In this example, soil_data is a dictionary where each key is a field, and the value is a list of soil samples (each sample is a dictionary of measurements). The first for loop iterates over the fields, and the nested loop iterates over the samples within each field, printing out the pH, Moisture, and Nitrogen content for each sample.

Example 6: For loop using `break` and `continue`

Imagine we are evaluating crop yields from different fields.
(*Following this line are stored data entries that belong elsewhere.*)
//! The Gerber commands the parser produces, each with its source position.
//!
//! # Why our own command type
//! `gerber_types::Command` is a good vocabulary for *writing* Gerber (we use it in tests as an
//! independent writer), but it does not fit as parse output:
//! - it carries no source positions, and every error and warning we report must name the
//!   line and column;
//! - it cannot express what real files contain and the 2024.05 specification deprecates or
//!   never had: coordinate data without an operation code, `G54`/`G55` prefixes, `G70`/`G71`,
//!   `%LN`, a `%FS` without the `L`/`T` letter, coordinates with a decimal point, obsolete
//!   extended commands we only warn about;
//! - its coordinates are already scaled numbers, while the meaning of a Gerber coordinate
//!   (leading or trailing zero omission) is only known once `%FS` has been read, which may come
//!   after the apertures are defined.
//!
//! So the parser keeps coordinates as raw digit strings ([`RawNumber`]) and the interpreter
//! decodes them with the format in force. Commands borrow their text from the input, so
//! parsing allocates nothing per coordinate.

use crate::diag::Pos;
use crate::image::Polarity;
use std::borrow::Cow;

/// A coordinate number as written, before the `%FS` format gives it a meaning.
#[derive(Debug, Clone, Copy, PartialEq)]
pub enum RawNumber {
    /// An integer digit string (the normal form): its value with sign and how many digits
    /// were written (needed for trailing-zero omission).
    Digits { value: i64, count: u8 },
    /// A number with an explicit decimal point (not allowed by the spec, but some programs
    /// write it); the value is in file units.
    Decimal(f64),
}

/// D01, D02, D03 (spec 2024.05 §4.7–§4.8).
#[derive(Debug, Clone, Copy, PartialEq, Eq)]
pub enum Operation {
    /// D01: draw (or add a contour segment in region mode).
    Interpolate,
    /// D02: move.
    Move,
    /// D03: flash.
    Flash,
}

/// G01/G02/G03.
#[derive(Debug, Clone, Copy, PartialEq, Eq)]
pub enum Interpolation {
    Linear,
    Clockwise,
    CounterClockwise,
}

/// G74/G75.
#[derive(Debug, Clone, Copy, PartialEq, Eq)]
pub enum QuadrantMode {
    Single,
    Multi,
}

/// The zero omission letter of `%FS`.
#[derive(Debug, Clone, Copy, PartialEq, Eq)]
pub enum ZeroOmission {
    Leading,
    Trailing,
}

/// Digits before and after the implied decimal point.
#[derive(Debug, Clone, Copy, PartialEq, Eq)]
pub struct AxisFormat {
    pub integer: u8,
    pub decimal: u8,
}

/// `%FS` (spec §4.2.2).
#[derive(Debug, Clone, Copy, PartialEq, Eq)]
pub struct FormatSpec {
    /// `None` when the file omitted the L/T letter.
    pub zero_omission: Option<ZeroOmission>,
    pub incremental: bool,
    pub x: AxisFormat,
    pub y: AxisFormat,
}

/// Which attribute command (spec §5).
#[derive(Debug, Clone, Copy, PartialEq, Eq)]
pub enum AttributeKind {
    File,
    Aperture,
    Object,
    Delete,
}

/// The units of `%MO` or the deprecated `G70`/`G71`.
pub use super::Units;

/// One command, where it stands in the file.
#[derive(Debug, Clone, PartialEq)]
pub struct Command<'a> {
    pub pos: Pos,
    pub kind: CommandKind<'a>,
}

/// What a command says.
#[derive(Debug, Clone, PartialEq)]
pub enum CommandKind<'a> {
    // ---- function codes (spec §4.1, §4.7, §4.10, §8) ----
    /// Coordinate data with D01/D02/D03, or without an operation code (`op: None`, the
    /// deprecated modal form).
    Operation {
        x: Option<RawNumber>,
        y: Option<RawNumber>,
        i: Option<RawNumber>,
        j: Option<RawNumber>,
        op: Option<Operation>,
    },
    /// Dnn with nn >= 10.
    SelectAperture(u32),
    Interpolation(Interpolation),
    Quadrant(QuadrantMode),
    /// G36.
    RegionStart,
    /// G37.
    RegionEnd,
    /// G04 text (without the code).
    Comment(&'a str),
    /// G70/G71 (deprecated units).
    DeprecatedUnits(Units),
    /// G90 (false) / G91 (true), deprecated notation.
    DeprecatedNotation {
        incremental: bool,
    },
    /// M02, or the deprecated M00.
    EndOfFile,
    /// M01 (deprecated optional stop; no effect).
    OptionalStop,
    /// A G code this reader ignores with a warning (G54, G55 are handled silently).
    IgnoredGCode(u32),

    // ---- extended commands (spec §4.2–§4.6, §4.9–§4.11, §5, §8) ----
    Format(FormatSpec),
    Mode(Units),
    /// `%ADD<code><template>,<params>*%`.
    ApertureDefine {
        code: u32,
        template: &'a str,
        params: Vec<f64>,
    },
    /// `%AM<name>*<block>*...%`: the blocks after the name, CR/LF removed, each with the
    /// position of its first character.
    MacroDefine {
        name: &'a str,
        blocks: Vec<(Cow<'a, str>, Pos)>,
    },
    LoadPolarity(Polarity),
    LoadMirroring {
        x: bool,
        y: bool,
    },
    LoadRotation(f64),
    LoadScaling(f64),
    StepRepeatOpen {
        nx: u32,
        ny: u32,
        dx: f64,
        dy: f64,
    },
    StepRepeatClose,
    BlockOpen(u32),
    BlockClose,
    /// TF/TA/TO/TD (also from `G04 #@!` comments): name (with its leading dot) and the
    /// comma-separated values as written.
    Attribute {
        kind: AttributeKind,
        name: &'a str,
        values: Vec<&'a str>,
    },
    /// `%IPPOS*%` / `%IPNEG*%` (deprecated).
    ImagePolarity {
        negative: bool,
    },
    /// `%IN` (deprecated).
    ImageName(&'a str),
    /// `%LN` (deprecated).
    LayerName(&'a str),
    /// `%MI` (deprecated): mirror A (x) and/or B (y).
    MirrorImage {
        a: bool,
        b: bool,
    },
    /// `%SF` (deprecated).
    ScaleFactor {
        a: f64,
        b: f64,
    },
    /// `%OF` (deprecated), in file units.
    Offset {
        a: f64,
        b: f64,
    },
    /// `%IR` (deprecated), degrees counter-clockwise (0, 90, 180, 270).
    ImageRotation(u32),
    /// `%AS` (deprecated): `swapped` for AYBX.
    AxisSelect {
        swapped: bool,
    },
    /// An extended command this reader ignores with a warning.
    IgnoredExtended(&'a str),
}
We want to stop processing if we encounter a field with exceptionally low yield (signifying a possible data error or a major issue with the field) and skip over fields with average yields to focus on fields with exceptionally high or low yields.

# Crop yield data (in tons per hectare) for different fields
crop_yields = {"Field 1": 2.5, "Field 2": 3.2, "Field 3": 1.0, "Field 4": 3.8, "Field 5": 0.8}

# Thresholds for yield consideration
low_yield_threshold = 1.5
high_yield_threshold = 3.0

for field, yield_data in crop_yields.items():
    if (yield_data < low_yield_threshold) or (yield_data > high_yield_threshold):
        print(f"{field} is a potential outlier: {yield_data} tons/ha")
        break  # Stop processing further as this could indicate a major issue
    else:
        continue

Field 2 is a potential outlier: 3.2 tons/ha

We use break to stop the iteration when we encounter a yield below the low_yield_threshold or above high_yield_threshold, which could indicate an outlier that requires immediate attention.

We use continue to skip to the next iteration without executing any additional code in hte loop.

Compative anatomy of `for` loops

Python

nitrogen_levels = [15, 20, 10, 25, 18]
for level in nitrogen_levels:
    print(f"Soil Nitrogen Level: {level} mg/kg")

Matlab

nitrogen_levels = [15, 20, 10, 25, 18];
for level = nitrogen_levels
    fprintf('Soil Nitrogen Level: %d mg/kg\n', level);
end

Julia

nitrogen_levels = [15, 20, 10, 25, 18]
for level in nitrogen_levels
    println("Soil Nitrogen Level: $level mg/kg")
end

R

nitrogen_levels <- c(15, 20, 10, 25, 18)
for (level in nitrogen_levels) {
  cat("Soil Nitrogen Level:", level, "mg/kg\n")
}

JavaScript

const nitrogen_levels = [15, 20, 10, 25, 18];
for (let level of nitrogen_levels) {
    console.log(`Soil Nitrogen Level: ${level} mg/kg`);
}

Commonalities among programming languages:

All languages use a for keyword to start the loop.
They iterate over a collection of items, like an array or list.
Each language uses a variable to represent the current item in each iteration.
The body of the loop (code to be executed) is enclosed within a block defined by indentation or brackets.